▶ YOUR INSTRUCTIONS: In the entries below, the lines from the one with "(_job, _levels, _wanted, _seen, _cycles)" through the one with "asks for more." are to be copied exactly; both ends count.

▶ MATERIAL FOR THE TASK:
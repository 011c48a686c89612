using ScopeReader.Readings;
using static ScopeReader.Harmonics.HarmonicAnalyser;

namespace ScopeReader.Harmonics;

/// <summary>Writes the harmonics of one waveform down.</summary>
internal sealed class HarmonicReport
{
    private readonly WaveformJob _job;
    private readonly HarmonicLevels _levels;
    private readonly HarmonicLevel[] _harmonics;
    private readonly int _wanted, _seen, _cycles;
    private readonly RollOff _rollOff;

    public HarmonicReport(WaveformJob job, HarmonicLevels levels, int wanted, int seen, int cycles)
    {
        (_job, _levels, _wanted, _seen, _cycles) = (job, levels, wanted, seen, cycles);
        _harmonics = [.. Enumerable.Range(1, seen).Select(k => levels[k])];
        _rollOff = new RollOff(job.Plan.Chain, job.Waveform.Axis.IsTimed ? levels.Frequency / job.Waveform.Interval : null);
    }

    private HarmonicLevel Fundamental => _harmonics[0];

    // Of nine harmonics of noise alone one passes its own threshold in nine records of a hundred: what is said of all of them asks for more.
    private bool AnyStandsOut => _harmonics.Skip(1).Any(h => h.Fitted > h.ThresholdAmong(_seen - 1));

    public void Write()
    {
        WriteFundamental();
        var written = new List<Reading>();
        for (int k = 2; k <= _wanted; k++)
            if (k > _seen)
                _job.Sheet.Refuse("above-nyquist", AboveNyquist(k), Quantities.Harmonic(k));
            else if (Harmonic(_harmonics[k - 1], Quantities.Harmonic(k)) is { } reading)
                written.Add(reading);
        foreach (Reading reading in written)
            _job.Sheet.Add(reading);
        WriteWorst(written);
        WriteDistortion();
        new HarmonicFindings(_job, _rollOff, written).Write();
    }

    private void WriteFundamental()
    {
        if (_job.Waveform.Unit != "V")
        {
            string unit = _job.Waveform.Unit.Length == 0 ? "no unit" : "the unit " + _job.Waveform.Unit;
            _job.Sheet.Refuse("not-volts", $"the channel has {unit}, and this level is one of a voltage", Quantities.FundamentalLevel, Quantities.FundamentalPower);
            return;
        }
        double volts = Fundamental.Amplitude / Math.Sqrt(2);
        Budget budget = _job.Chain.ForAbsoluteDecibels([.. Fundamental.Terms(), .. _rollOff.Terms(1), Frequency(1)]);
        Add(Quantities.FundamentalLevel, Decibels.OfAmplitudes(volts), budget);
        if (_job.Plan.Chain.Impedance is { } ohms)
            Add(Quantities.FundamentalPower, Decibels.DbmOfVolts(volts, ohms), budget);
        else
            _job.Sheet.Refuse("no-impedance", "a voltage has no dBm without an impedance; add impedance to [chain]", Quantities.FundamentalPower);
    }

    private Reading? Harmonic(HarmonicLevel line, Quantity quantity)
    {
        if (!line.IsResolved)
        {
            Hide(line, quantity);
            return null;
        }
        Budget budget = _job.Chain.ForRelativeDecibels([.. line.Terms(), .. Fundamental.Terms(" of fundamental"), .. _rollOff.Terms(line.Order), Frequency(line.Order)]);
        return new Reading(quantity, Decibels.OfAmplitudes(line.Amplitude / Fundamental.Amplitude), "dBc", budget, Method) { Count = _cycles };
    }

    private void Hide(HarmonicLevel line, Quantity quantity)
    {
        double bound = Decibels.OfAmplitudes(line.Threshold / Fundamental.Amplitude);
        string code = line.IsHiddenBySteps ? "quantisation" : "below-noise", reason = line.IsHiddenBySteps
            ? Text($"< {bound:F1} dBc: not resolved from the converter's steps, for no noise spreads them; use more of the range, or more bits")
            : Text($"< {bound:F1} dBc: noise alone shows as much in one record of a hundred; capture longer");
        // The bound holds at the source only where the chain's flatness is known.
        if (_job.Plan.Chain.FlatnessDb is { } flatness)
            _job.Sheet.RefuseBelow(code, reason, bound + flatness, quantity);
        else
            _job.Sheet.Refuse(code, reason, quantity);
    }

    private string AboveNyquist(int order) => _job.Waveform.Axis.IsTimed
        ? Text($"harmonic {order} lies above half of the sample rate; sample at {Engineering.Format(2.2 * order * _levels.Frequency / _job.Waveform.Interval, "Sa/s", 2)} or more")
        : Text($"harmonic {order} lies above half of the sample rate; take {2.2 * order:F0} samples or more a period");

    private void WriteWorst(List<Reading> written)
    {
        if (AnyStandsOut && written.MaxBy(r => r.Value) is { } worst)
            _job.Sheet.Add(new Reading(Quantities.WorstHarmonic, worst.Value, "dBc", worst.Budget, Method) { Count = _cycles, Note = $"{worst.Quantity.Id}, of harmonics 2 to {_seen}" });
        else if (_seen < 2)
            _job.Sheet.Refuse("above-nyquist", AboveNyquist(2), Quantities.WorstHarmonic);
        else
        {
            double bound = Decibels.OfAmplitudes(_harmonics.Skip(1).Max(h => h.ThresholdAmong(_seen - 1)) / Fundamental.Amplitude);
            _job.Sheet.Refuse("below-noise", Text($"< {bound:F1} dBc: noise alone shows as much in the strongest of harmonics 2 to {_seen}, in one record of a hundred; capture longer"), Quantities.WorstHarmonic);
        }
    }

    private void WriteDistortion()
    {
        if (_seen < _wanted)
        {
            _job.Sheet.Refuse("above-nyquist", Beyond(), Quantities.Thd, Quantities.ThdR);
            return;
        }
        ReadOnlySpan<HarmonicLevel> harmonics = _harmonics.AsSpan(1);
        double power = 0, noise = 0, steps = 0, most = 0, degreesOfFreedom = double.PositiveInfinity;
        foreach (HarmonicLevel h in harmonics)
        {
            double variance = h.Noise * h.Noise;
            // Each fitted square holds 2u² of noise on average, which is taken off; what is left scatters by 2Au and 2u².
            power += h.Fitted * h.Fitted - 2 * variance;
            noise += 4 * h.Fitted * h.Fitted * variance;
            steps += Math.Pow(2 * h.Fitted * h.Steps, 2) + Math.Pow(2 * h.Fitted * h.Folded, 2);
            most += h.Threshold * h.Threshold;
            degreesOfFreedom = Math.Min(degreesOfFreedom, h.DegreesOfFreedom);
        }
        if (!AnyStandsOut || power <= 0)
        {
            double bound = 100 * Math.Sqrt(most) / Fundamental.Amplitude;
            _job.Sheet.Refuse("below-noise", $"< {Engineering.Format(bound, "%", 2)}: none of harmonics 2 to {_wanted} stands out of the noise; capture longer", Quantities.Thd, Quantities.ThdR);
            return;
        }
        double decibels = Decibels.PerRelativeAmplitude / (2 * power), thd = Math.Sqrt(power) / Fundamental.Amplitude;
        Budget budget = _job.Chain.ForRelativeDecibels(
            [
                BudgetTerm.Normal("noise", Math.Sqrt(noise), decibels, degreesOfFreedom),
                BudgetTerm.Normal("quantisation", Math.Sqrt(steps), decibels),
                .. Fundamental.Terms(" of fundamental"),
                .. _rollOff.Terms(Strongest()),
                Frequency(Strongest()),
            ]);
        // From dB to parts: d(thd) = thd · ln 10/20 · dB; THD_R changes with THD_F by (1 + THD_F²)^(-3/2).
        Budget parts = budget.Times(100 * thd / Decibels.PerRelativeAmplitude);
        Add(Quantities.Thd, 100 * thd, parts, Text($"harmonics 2 to {_wanted}"));
        Add(Quantities.ThdR, 100 * Distortion.ToWhole(thd), parts.Times(Math.Pow(1 + thd * thd, -1.5)), Text($"harmonics 2 to {_wanted}"));
    }

    private int Strongest() => _harmonics.Skip(1).MaxBy(h => h.Fitted)!.Order;

    private string Beyond() =>
        Text($"thd counts harmonics 2 to {_wanted}, and {_seen + 1} and above lie beyond half of the sample rate; sample faster, or set harmonics = {Math.Max(2, _seen)} in [levels]");

    // Over the record the wave is off the fitted one by up to x cycles at a harmonic: its level reads low by π²x²/6.
    private BudgetTerm Frequency(int order)
    {
        double x = 2 * order * _levels.FrequencyUncertainty * _job.Waveform.Count;
        return BudgetTerm.Rectangular("frequency", Math.PI * Math.PI * x * x / 6, Decibels.PerRelativeAmplitude);
    }

    private void Add(Quantity quantity, double value, Budget budget, string? note = null) =>
        _job.Sheet.Add(new Reading(quantity, value, quantity.Unit, budget, Method) { Count = _cycles, Note = note });
}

▶ ANSWER BELOW:
        (_job, _levels, _wanted, _seen, _cycles) = (job, levels, wanted, seen, cycles);
        _harmonics = [.. Enumerable.Range(1, seen).Select(k => levels[k])];
        _rollOff = new RollOff(job.Plan.Chain, job.Waveform.Axis.IsTimed ? levels.Frequency / job.Waveform.Interval : null);
    }

    private HarmonicLevel Fundamental => _harmonics[0];

    // Of nine harmonics of noise alone one passes its own threshold in nine records of a hundred: what is said of all of them asks for more.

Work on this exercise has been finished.